Smart cards, mobile telephony and M2M at the heart of e-health services

Smart security technologies (security and respect for private life) are crucial to improving the quality of care and patient comfort, but also in the fight against fraud and rising health costs.

The current situation

Occupational health cards and mobile phones now play a role alongside stethoscopes in hospitals and medical practice. If use of health cards (1) still lags far behind that of credit cards and especially of mobile phone SIM/USIM cards, it is proving increasingly necessary in countries where the health system experiences major fraud and where the costs of conventional treatment of medical data are becoming difficult to manage. This is the case in all developed countries, and is already affecting some developing countries. According to the Smart Card Alliance, errors in patient identity have caused over 110,000 deaths in U.S. hospitals. Health services have reached a crucial turning point in their development, which some are comparing to the situation of the credit card 40 years ago! The smart card now appears to be the ideal solution for paperless processing of medical data while providing proven safeguards, which are imperative where the security and protection of personal data are concerned.

Smart security technologies

The Health Information Technology for Economic and Clinical Health (HITECH) Act, signed in the United States in February 2009, confirms this trend. It invites all stakeholders in the health ecosystem to work towards the creation of a network (Protected Health Infrastructure) for the collection and exchange of standardised medical data (Electronic Health Record) using “certified technology” capable of simultaneously ensuring the availability, sharing, security, accuracy and confidentiality of such data. Although not explicitly named, smart security technologies are at the forefront of this trend.

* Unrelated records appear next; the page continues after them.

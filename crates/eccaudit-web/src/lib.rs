//! eccaudit-web: the thin wasm-bindgen adapter between the page and eccaudit-core.
//!
//! Nothing scientific happens here: each export converts JavaScript values
//! into core types, calls the core, and converts the answer back. Errors
//! become JavaScript `Error`s in one place ([`js_error`]); a panic is
//! reported to the page through `globalThis.eccauditReportPanic` (see
//! [`install_panic_hook`]) instead of dying silently in the console.

mod audit;
mod bench;
mod canvas;
mod dataset;
mod demo;
mod fit;
mod population;
mod priors;
mod render;
mod survey;

pub use audit::{audit_settings_for, default_audit_settings, AuditRun};
pub use bench::KeplerBench;
pub use dataset::{CurveElements, Dataset};
pub use demo::demo_tables;
pub use fit::FitSettings;
pub use priors::{default_prior_specs, PriorSet};
pub use survey::{catalogue_csv_text, catalogue_json_text, survey_error_rows, survey_folder};

use serde::Serialize;
use wasm_bindgen::prelude::*;

/// Called once when the module is instantiated.
#[wasm_bindgen(start)]
pub fn start() {
    install_panic_hook();
}

/// The package version, for the page footer and exported settings.
#[wasm_bindgen]
pub fn version() -> String {
    env!("CARGO_PKG_VERSION").to_string()
}

/// Convert any displayable error into a JavaScript `Error` with that message.
pub fn js_error(err: impl std::fmt::Display) -> JsValue {
    js_sys::Error::new(&err.to_string()).into()
}

/// Serialise a core result for JavaScript as plain objects and arrays
/// (maps become objects, not `Map`s).
pub fn to_js<T: Serialize + ?Sized>(value: &T) -> Result<JsValue, JsValue> {
    value
        .serialize(&serde_wasm_bindgen::Serializer::json_compatible())
        .map_err(js_error)
}

/// Route panics to the page: log them, and hand the message to
/// `globalThis.eccauditReportPanic(message)` when the page defines it.
pub fn install_panic_hook() {
    std::panic::set_hook(Box::new(|info| {
        let message = info.to_string();
        web_sys::console::error_1(&JsValue::from_str(&message));
        let global = js_sys::global();
        if let Ok(report) = js_sys::Reflect::get(&global, &JsValue::from_str("eccauditReportPanic"))
        {
            if let Some(report) = report.dyn_ref::<js_sys::Function>() {
                let _ = report.call1(&JsValue::NULL, &JsValue::from_str(&message));
            }
        }
    }));
}
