/// Why a velocity table was rejected. Lines and columns are 1-based and refer
/// to the original text.
#[derive(Debug, Clone, PartialEq, thiserror::Error, Serialize)]
#[serde(tag = "kind", rename_all = "snake_case")]
pub enum TableError {
    /// No data rows at all.
    #[error("{source_name}: the table has no data rows (only {what})")]
    Empty {
        /// File name.
        source_name: String,
        /// What was found instead: blank or comment lines, or only a header.
        what: String,
    },
    /// Fewer than [`MIN_ROWS`] data rows.
    #[error("{source_name}: too few data rows: found {found}, need at least {minimum}")]
    TooFewRows {
        /// File name.
        source_name: String,
        /// Data rows found.
        found: usize,
        /// Rows needed.
        minimum: usize,
    },
    /// A header cell that names no known column.
    #[error(
        "{source_name}:{line}:{column}: unknown column name `{name}` in the header (column {column}); \
         accepted names: {accepted}"
    )]
    UnknownHeader {
        /// File name.
        source_name: String,
        /// Line of the header.
        line: usize,
        /// Column number.
        column: usize,
        /// The header cell.
        name: String,
        /// Accepted names.
        accepted: String,
    },
    /// A velocity or uncertainty header with a unit other than m/s or km/s.
    #[error(
        "{source_name}:{line}:{column}: unit `{unit}` in header `{name}` (column {column}) \
         not recognised; write m/s or km/s"
    )]
    UnknownUnit {
        /// File name.
        source_name: String,
        /// Line of the header.
        line: usize,
        /// Column number.
        column: usize,
        /// The header cell.
        name: String,
        /// The unit written.
        unit: String,
    },
    /// Two header cells name the same kind of column.
    #[error(
        "{source_name}:{line}:{column}: the header names the {role} column twice: \
         column {first_column} `{first_name}` and column {column} `{name}`"
    )]
    DuplicateColumn {
        /// File name.
        source_name: String,
        /// Line of the header.
        line: usize,
        /// Column number of the second cell.
        column: usize,
        /// The second cell.
        name: String,
        /// Column number of the first cell.
        first_column: usize,
        /// The first cell.
        first_name: String,
        /// time, velocity, uncertainty or instrument.
        role: String,
    },
    /// The header lacks a required column.
    #[error("{source_name}:{line}: the header has no {role} column; accepted names: {accepted}")]
    MissingColumn {
        /// File name.
        source_name: String,
        /// Line of the header.
        line: usize,
        /// time, velocity or uncertainty.
        role: String,
        /// Accepted names.
        accepted: String,
    },
    /// A headerless table whose first row has neither 3 nor 4 fields.
    #[error(
        "{source_name}:{line}: without a header a row needs 3 or 4 fields \
         (time, velocity, uncertainty[, instrument]); found {found}"
    )]
    ColumnCount {
        /// File name.
        source_name: String,
        /// Line of the row.
        line: usize,
        /// Fields found.
        found: usize,
    },
    /// A row with a different number of fields from the header or first row.
    #[error("{source_name}:{line}: expected {expected} fields (as on line {reference_line}), found {found}")]
    WrongFieldCount {
        /// File name.
        source_name: String,
        /// Line of the row.
        line: usize,
        /// Fields expected.
        expected: usize,
        /// Fields found.
        found: usize,
        /// Line that set the expected count (header or first row).
        reference_line: usize,
    },
    /// A field that is not a number.
    #[error(
        "{source_name}:{line}:{column}: {column_name} (column {column}) is not a number: `{value}`"
    )]
    NotANumber {
        /// File name.
        source_name: String,
        /// Line of the row.
        line: usize,
        /// Column number.
        column: usize,
        /// Header cell, or the role for headerless tables.
        column_name: String,
        /// The field.
        value: String,
    },
    /// NaN or infinity.
    #[error("{source_name}:{line}:{column}: {column_name} (column {column}) is `{value}`; only finite numbers are allowed")]
    NotFinite {
        /// File name.
        source_name: String,
        /// Line of the row.
        line: usize,
        /// Column number.
        column: usize,
        /// Header cell, or the role for headerless tables.
        column_name: String,
        /// The field.
        value: String,
    },
    /// An uncertainty that is zero or negative.
    #[error("{source_name}:{line}:{column}: {column_name} (column {column}) must be greater than zero, found `{value}`")]
    NonPositiveUncertainty {
        /// File name.
        source_name: String,
        /// Line of the row.
        line: usize,
        /// Column number.
        column: usize,
        /// Header cell, or the role for headerless tables.
        column_name: String,
        /// The field.
        value: String,
    },
    /// Two rows with the same time and instrument.
    #[error(
        "{source_name}:{line}: duplicate row: time {time} for instrument `{instrument}` \
         appears on line {first_line} and line {line}"
    )]
    DuplicateRow {
        /// File name.
        source_name: String,
        /// Line of the second row.
        line: usize,
        /// Line of the first row.
        first_line: usize,
        /// The repeated time.
        time: String,
        /// The instrument.
        instrument: String,
    },
    /// Neither the header nor the options state the velocity unit.
    #[error(
        "{source_name}: velocity unit not stated: write it in the header of column {column} \
         (e.g. `rv [m/s]`) or choose it (command line: --velocity-unit m/s|km/s; page: the Velocity unit menu)"
    )]
    UnitNotStated {
        /// File name.
        source_name: String,
        /// Column of the velocities.
        column: usize,
    },
    /// The header and the options state different velocity units.
    #[error(
        "{source_name}:{line}:{column}: header `{name}` (column {column}) says {header_unit} \
         but the velocity unit was given as {explicit_unit}"
    )]
    UnitConflict {
        /// File name.
        source_name: String,
        /// Line of the header.
        line: usize,
        /// Column number.
        column: usize,
        /// The header cell.
        name: String,
        /// Unit in the header.
        header_unit: VelocityUnit,
        /// Unit in the options.
        explicit_unit: VelocityUnit,
    },
    /// The header and the options state different time conventions.
    #[error(
        "{source_name}:{line}:{column}: header `{name}` (column {column}) says the times are \
         {header_convention} but they were given as {explicit_convention}"
    )]
    TimeConventionConflict {
        /// File name.
        source_name: String,
        /// Line of the header.
        line: usize,
        /// Column number.
        column: usize,
        /// The header cell.
        name: String,
        /// Convention in the header.
        header_convention: String,
        /// Convention in the options.
        explicit_convention: String,
    },
    /// Columns of different lengths given to [`VelocityTable::from_columns`].
    #[error("{source_name}: columns differ in length: {lengths}")]
    ColumnLengths {
        /// Name of the table.
        source_name: String,
        /// The lengths found.
        lengths: String,
    },
    /// Text the CSV reader could not split into fields.
    #[error("{source_name}:{line}: cannot split the line into fields: {message}")]
    Malformed {
        /// File name.
        source_name: String,
        /// Line where the reader stopped.
        line: usize,
        /// The reader's message.
        message: String,
    },
}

This legislative framework involves identity management techniques that have been widely tested in banking and various fields involving identity issues. These techniques must be able to handle the rights of all stakeholders (patients, doctors, nurses, specialists, pharmacists, etc.), keys and certificates, means of encryption and strong authentication (in some cases, biometric).

Health Card: identified interests

The AMA (American Medical Association) has already stressed the benefits offered by the use of a smart card that stores personal medical information (allergies, blood type, current treatment, etc.), especially in emergency situations – a reference to the situation created by Hurricane Katrina in the United States. For its part, the Secure ID Coalition, which also campaigns in the United States for the generalisation of personal health cards, says they “could be used over the next ten years to reduce fraud in health spending to the tune of around $370 billion.”

Towards global deployment

Several health smart cards have already emerged in the United States. Last March, LifeNexus launched a health card which also serves as a personal credit card. A similar concept, this time in the form of a bracelet containing a contactless chip (MasterCard PayPass) was issued by the U.S. Bank in July (source). The bracelet contains a unique number (VITA number), providing access in emergencies to the bearer’s personal medical data.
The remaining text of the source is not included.